** Opening Data supplied block **

fn forecast_state(l: &ForecastLine) -> String {
    match l.state {
        None => "—".to_string(),
        // Observed no-data: the forecast alone, never read as better than observed.
        Some(s) if l.observation_missing => format!(
            "forecast only: {} {} (no usable observation)",
            s.glyph(),
            s.word()
        ),
        Some(s) => format!("{} {}", s.glyph(), s.word()),
    }
}

fn wind_words(w: &crate::observation::Wind) -> String {
    if w.is_calm() {
        return "calm".to_string();
    }
    let mut s = match w.direction_deg {
        Some(d) if !w.variable => format!("{d:03.0}° {:.0} kt", w.speed_kt),
        _ => format!("variable {:.0} kt", w.speed_kt),
    };
    if let Some(g) = w.gust_kt {
        let _ = write!(s, " gusting {g:.0} kt");
    }
    if let (Some(a), Some(b)) = (w.variable_from_deg, w.variable_to_deg) {
        let _ = write!(s, " (varying {a:03.0}°–{b:03.0}°)");
    }
    s
}

fn opt(v: Option<f64>, f: impl Fn(f64) -> String) -> String {
    v.filter(|v| v.is_finite()).map_or("—".to_string(), f)
}

/// Builds the sheet from the day's assessed legs and the log (if it could be read).
pub fn build(ctx: &Context<'_>, results: &[LegResult], log: Result<&Chain, String>) -> Sheet {
    let ops: &Ops = ctx.ops;
    let show = Show::of(ops);
    let mut rechecks = Vec::new();
    let legs = results
        .iter()
        .map(|r| {
            let leg = ops.legs.get(r.index);
            let mark = match &log {
                Ok(chain) => match standing(chain, ops, r) {
                    Standing::Unsigned => Mark::None,
                    Standing::Signed(e) => Mark::Signed {
                        seq: e.record.seq,
                        instructor: e.record.instructor.clone(),
                        signed_at: e.record.signed_at,
                        overridden: e.record.override_reason.is_some(),
                    },
                    Standing::Recheck(e, reasons) => {
                        rechecks.push((r.id.clone(), reasons.clone()));
                        Mark::Recheck {
                            seq: e.record.seq,
                            instructor: e.record.instructor.clone(),
                            reasons,
                        }
                    }
                },
                Err(_) => Mark::None,
            };
            LegRow {
                departs: leg.map_or("—".to_string(), |l| {
                    l.departs_utc().format("%H%MZ").to_string()
                }),
                leg: r.id.clone(),
                aircraft: leg.map_or("—".to_string(), |l| l.aircraft.clone()),
                route: format!("{}–{}", r.departure.airfield, r.arrival.airfield),
                category: r.category.words().to_string(),
                state: r.state,
                limiting: match (&r.limiting, show.reasons(r).first()) {
                    (Some(l), _) => l.check.clone(),
                    (None, Some(why)) => why.clone(),
                    (None, None) => "—".to_string(),
                },
                margin: show.limiting_margin(r),
                headroom: r
                    .headroom
                    .map_or_else(|| "—".to_string(), |h| show.headroom(&h)),
                mark,
            }
        })
        .collect();
    let log = match log {
        Ok(c) => LogLine::of(c),
        Err(why) => LogLine::Unavailable(why),
    };
    let mut ids: Vec<&str> = Vec::new();
    for r in results {
        for a in [&r.departure.airfield, &r.arrival.airfield] {
            if !ids.contains(&a.as_str()) {
                ids.push(a);
            }
        }
    }
    let fields = ids
        .iter()
        .filter_map(|id| ops.airfield(id))
        .map(|a| {
            let valid = ctx.store.valid_at(&a.id, ctx.at);
            let wx = valid.and_then(|v| FieldWx::from_report(v.report, a.elevation_ft));
            // The runway in use at the sheet's time on the same report as the wind
            // beside it, as the board's Airfields pane has it.
            let runway = ops.airfield_position(&a.id).and_then(|fi| {
                let ends = ctx.model.field_ends_at(fi, ctx.at);
                let winds: Vec<_> = wx
                    .as_ref()
                    .map(|w| ends.iter().map(|e| w.on_end(e.heading_true_deg)).collect())
                    .unwrap_or_default();
                let usable: Vec<bool> = ends.iter().map(|e| e.usable_at(ctx.at)).collect();
                // On a stale report no runway is given (the board shows none either).
                if valid.is_some_and(|v| v.stale) {
                    return None;
                }
                let (k, why) = crate::assess::pairing::end_in_use(
                    ctx.model,
                    fi,
                    ctx.at,
                    wx.as_ref(),
                    &winds,
                    &usable,
                )?;
                let end = a.runway_ends.get(k)?;
                let closed: Vec<&str> = a
                    .runway_ends
                    .iter()
                    .zip(&usable)
                    .filter(|(_, u)| !**u)
                    .map(|(e, _)| e.designator.as_str())
                    .collect();
                Some((end.designator.clone(), why.words(&closed)))
            });
            FieldLine {
                id: a.id.clone(),
                name: a.name.clone(),
                elevation_ft: a.elevation_ft,
                report: valid.and_then(|v| {
                    v.report
                        .observed_at
                        .map(|t| (t, v.age.num_minutes(), v.report.text.clone()))
                }),
                report_stale: valid.is_some_and(|v| v.stale),
                oat_c: wx.map(|w| w.air.oat_c),
                pressure_altitude_ft: wx.map(|w| w.air.pressure_altitude_ft),
                // Rounded up, as the density-altitude limit's row shows it.
                density_altitude_ft: wx.map(|w| crate::units::up0(w.air.density_altitude_ft)),
                wind: valid
                    .and_then(|v| v.report.wind.as_ref())
                    .map_or("—".to_string(), wind_words),
                runway,
            }
        })
        .collect();
    let chains = results
        .iter()
        .filter(|r| r.state != State::Within)
        .map(|r| chain_block(ops, r, show))
        .collect();
    Sheet {
        operator: ops.operator.name.clone(),
        show,
        at: ctx.at,
        legs,
        log,
        fields,
        chains,
        rechecks,
        forecast: Vec::new(),
    }
}

/// The mark after the row that decides the leg's state ([`LegResult::limiting`]).
///
/// [`LegResult::limiting`]: crate::assess::leg::LegResult::limiting
const LIMITING_MARK: &str = " (limiting)";

/// `limiting`: the index of the check that decides the leg, when it is one of these.
fn phase_lines(
    name: &str,
    p: &PhaseResult,
    limiting: Option<usize>,
    show: Show,
    out: &mut Vec<String>,
) {
    let c = &p.chain;
    let mut s = format!(
        "{name} at {}: flight-manual table ground roll {}, 50 ft distance {}",
        show.mass_up(p.mass_kg),
        show.dist(c.table_ground_roll_m),
        show.dist(c.table_distance_50ft_m)
    );
    let _ = write!(
        s,
        "; wind: {} reported, {} counted ({}) → × {:.3}",
        crate::assess::leg::along_wind(c.headwind_reported_kt, 1),
        crate::assess::leg::along_wind(c.headwind_used_kt, 1),
        if c.wind_factoring_in_manual {
            "the manual's table factors the wind itself"
        } else {
            "policy factoring"
        },
        c.wind_factor
    );
    let _ = write!(
        s,
        "; {} → ground roll {}, 50 ft {}",
        c.surface.word(),
        show.dist(c.after_surface_ground_roll_m),
        show.dist(c.after_surface_distance_50ft_m)
    );
    if c.adverse_slope_percent > 0.0 {
        let _ = write!(
            s,
            "; adverse slope {:.1} % → × {:.3} ({})",
            c.adverse_slope_percent,
            c.slope_factor,
            c.slope_origin.word()
        );
    }
    let _ = write!(
        s,
        "; result: ground roll {}, 50 ft distance {}",
        show.dist(c.ground_roll_m),
        show.dist(c.distance_50ft_m)
    );
    out.push(s);
    for (i, k) in p.checks.iter().enumerate() {
        out.push(format!(
            "{} {}: {} × {} = {} required, {} available, margin {}{}; from {}",
            k.state.glyph(),
            k.rule,
            show.dist(k.result.figure_m),
            k.result.factor,
            show.dist(k.result.required_m),
            show.dist(k.result.available_m),
            percent_text(k.result.margin),
            if limiting == Some(i) {
                LIMITING_MARK
            } else {
                ""
            },
            k.source
        ));
    }
}

/// `limiting`: the check that decides the leg ([`Limiting::at`]), marked where it is a
/// row of this side.
///
/// [`Limiting::at`]: crate::assess::leg::Limiting::at
fn side_lines(
    label: &str,
    s: &Side,
    departure: bool,
    limiting: Option<LimitingAt>,
    show: Show,
) -> (String, Vec<String>) {
    let takeoff_at = match limiting {
        Some(LimitingAt::Takeoff(i)) if departure => Some(i),
        _ => None,
    };
    let landing_at = match limiting {
        Some(LimitingAt::Landing(i)) if !departure => Some(i),
        _ => None,
    };
    let mut out = Vec::new();
    match &s.observation {
        Some(o) => out.push(format!(
            "report {} ({} min old{}{}): {}",
            o.observed_at.format("%H%MZ"),
            o.age_min.round(),
            if o.stale { ", STALE" } else { "" },
            if o.as_of {
                ", latest at the reference time"
            } else {
                ""
            },
            o.text
        )),
        None => out.push("no report".to_string()),
    }
    if let Some(a) = &s.air {
        out.push(format!(
            "air: OAT {} (ISA {}), pressure altitude {:.0} ft, density altitude {:.0} ft",
            show.temp(a.oat_c),
            show.warming(a.isa_deviation_c),
            a.pressure_altitude_ft,
            crate::units::up0(a.density_altitude_ft)
        ));
    }
    if let (Some(rwy), Some(w)) = (&s.runway, &s.wind) {
        // As the board's detail words them.
        out.push(format!(
            "runway {rwy} ({}): {}, crosswind {:.0} kt from the {}",
            s.runway_reason,
            w.along_words(),
            w.crosswind_shown_kt(),
            serde_json::to_value(w.crosswind_from)
                .ok()
                .and_then(|v| v.as_str().map(str::to_string))
                .unwrap_or_default()
        ));
    }
    if departure {
        if let Some(p) = &s.takeoff {
            phase_lines("takeoff", p, takeoff_at, show, &mut out);
        }
        if let Some(c) = &s.climb {
            let ch = &c.chain;
            let mut l = format!(
                "{} climb: {:.0} ft/min (minimum {:.0}) at {:.1} kt TAS, ground speed {:.1} kt → {:.0} ft/NM",
                c.state.glyph(),
                ch.rate_fpm,
                ch.min_rate_fpm,
                ch.true_airspeed_kt,
                ch.ground_speed_kt,
                // Rounded down, as a figure against a minimum is shown (and the board).
                crate::units::down0(ch.gradient_ft_per_nm)
            );
            if let Some(g) = ch.required_gradient_ft_per_nm {
                let _ = write!(l, " (required {g:.0} ft/NM)");
            }
            let _ = write!(l, ", margin {}", percent_text(ch.margin()));
            if departure && limiting == Some(LimitingAt::Climb) {
                l.push_str(LIMITING_MARK);
            }
            out.push(l);
        }
    } else if let Some(p) = &s.landing {
        phase_lines("landing", p, landing_at, show, &mut out);
    }
    for (i, l) in s.limits.iter().enumerate() {
        let is_limiting = limiting
            == Some(LimitingAt::Limit {
                departure,
                index: i,
            });
        if l.state == State::Within && !is_limiting {
            continue;
        }
        let envelope = l.kind == crate::assess::limits::LimitKind::Envelope;
        // Where a margin is shown, the figures are those whose difference it is, in
        // the display unit.
        let (sh, unit) = show.limit_shown(l);
        let d = sh.decimals;
        let note = show.in_text(&l.note);
        let value = match (l.value, l.limit) {
            // The envelope's row carries its margin and where on the CG line it is read.
            (Some(_), Some(_)) if envelope && sh.margin.is_some() => format!(
                "{:.d$} {unit} against {:.d$} {unit}, margin {:+.d$} {unit} ({note})",
                sh.value.unwrap_or(f64::NAN),
                sh.limit.unwrap_or(f64::NAN),
                sh.margin.unwrap_or(f64::NAN),
            ),
            (Some(_), Some(_)) => format!(
                "{:.d$} {unit} against {:.d$} {unit}{}",
                sh.value.unwrap_or(f64::NAN),
                sh.limit.unwrap_or(f64::NAN),
                sh.margin
                    .map_or(String::new(), |m| format!(", margin {m:+.d$} {unit}"))
            ),
            // Nothing measured (no ceiling reported, unknown): the limit still shows.
            (None, Some(_)) if !l.unit.is_empty() => {
                let what = if note.is_empty() {
                    "no value".to_string()
                } else {
                    note
                };
                format!("{what}, limit {:.d$} {unit}", sh.limit.unwrap_or(f64::NAN))
            }
            _ => note,
        };
        out.push(format!(
            "{} {}: {value} — {}{}; from {}",
            l.state.glyph(),
            l.label(),
            l.state.word(),
            if is_limiting { LIMITING_MARK } else { "" },
            l.source
        ));
    }
    for g in &s.gaps {
        out.push(format!("? {}", show.in_text(g)));
    }
    (
        format!("{label} {} — {}", s.airfield, s.state),
        out.into_iter().collect(),
    )
}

** Closing Data supplied block **

[Task instructions]:
Give back the records word for word. Start at the first line, end at the line containing "could be read).", and include both.

[Written response]:
fn forecast_state(l: &ForecastLine) -> String {
    match l.state {
        None => "—".to_string(),
        // Observed no-data: the forecast alone, never read as better than observed.
        Some(s) if l.observation_missing => format!(
            "forecast only: {} {} (no usable observation)",
            s.glyph(),
            s.word()
        ),
        Some(s) => format!("{} {}", s.glyph(), s.word()),
    }
}

fn wind_words(w: &crate::observation::Wind) -> String {
    if w.is_calm() {
        return "calm".to_string();
    }
    let mut s = match w.direction_deg {
        Some(d) if !w.variable => format!("{d:03.0}° {:.0} kt", w.speed_kt),
        _ => format!("variable {:.0} kt", w.speed_kt),
    };
    if let Some(g) = w.gust_kt {
        let _ = write!(s, " gusting {g:.0} kt");
    }
    if let (Some(a), Some(b)) = (w.variable_from_deg, w.variable_to_deg) {
        let _ = write!(s, " (varying {a:03.0}°–{b:03.0}°)");
    }
    s
}

fn opt(v: Option<f64>, f: impl Fn(f64) -> String) -> String {
    v.filter(|v| v.is_finite()).map_or("—".to_string(), f)
}

/// Builds the sheet from the day's assessed legs and the log (if it could be read).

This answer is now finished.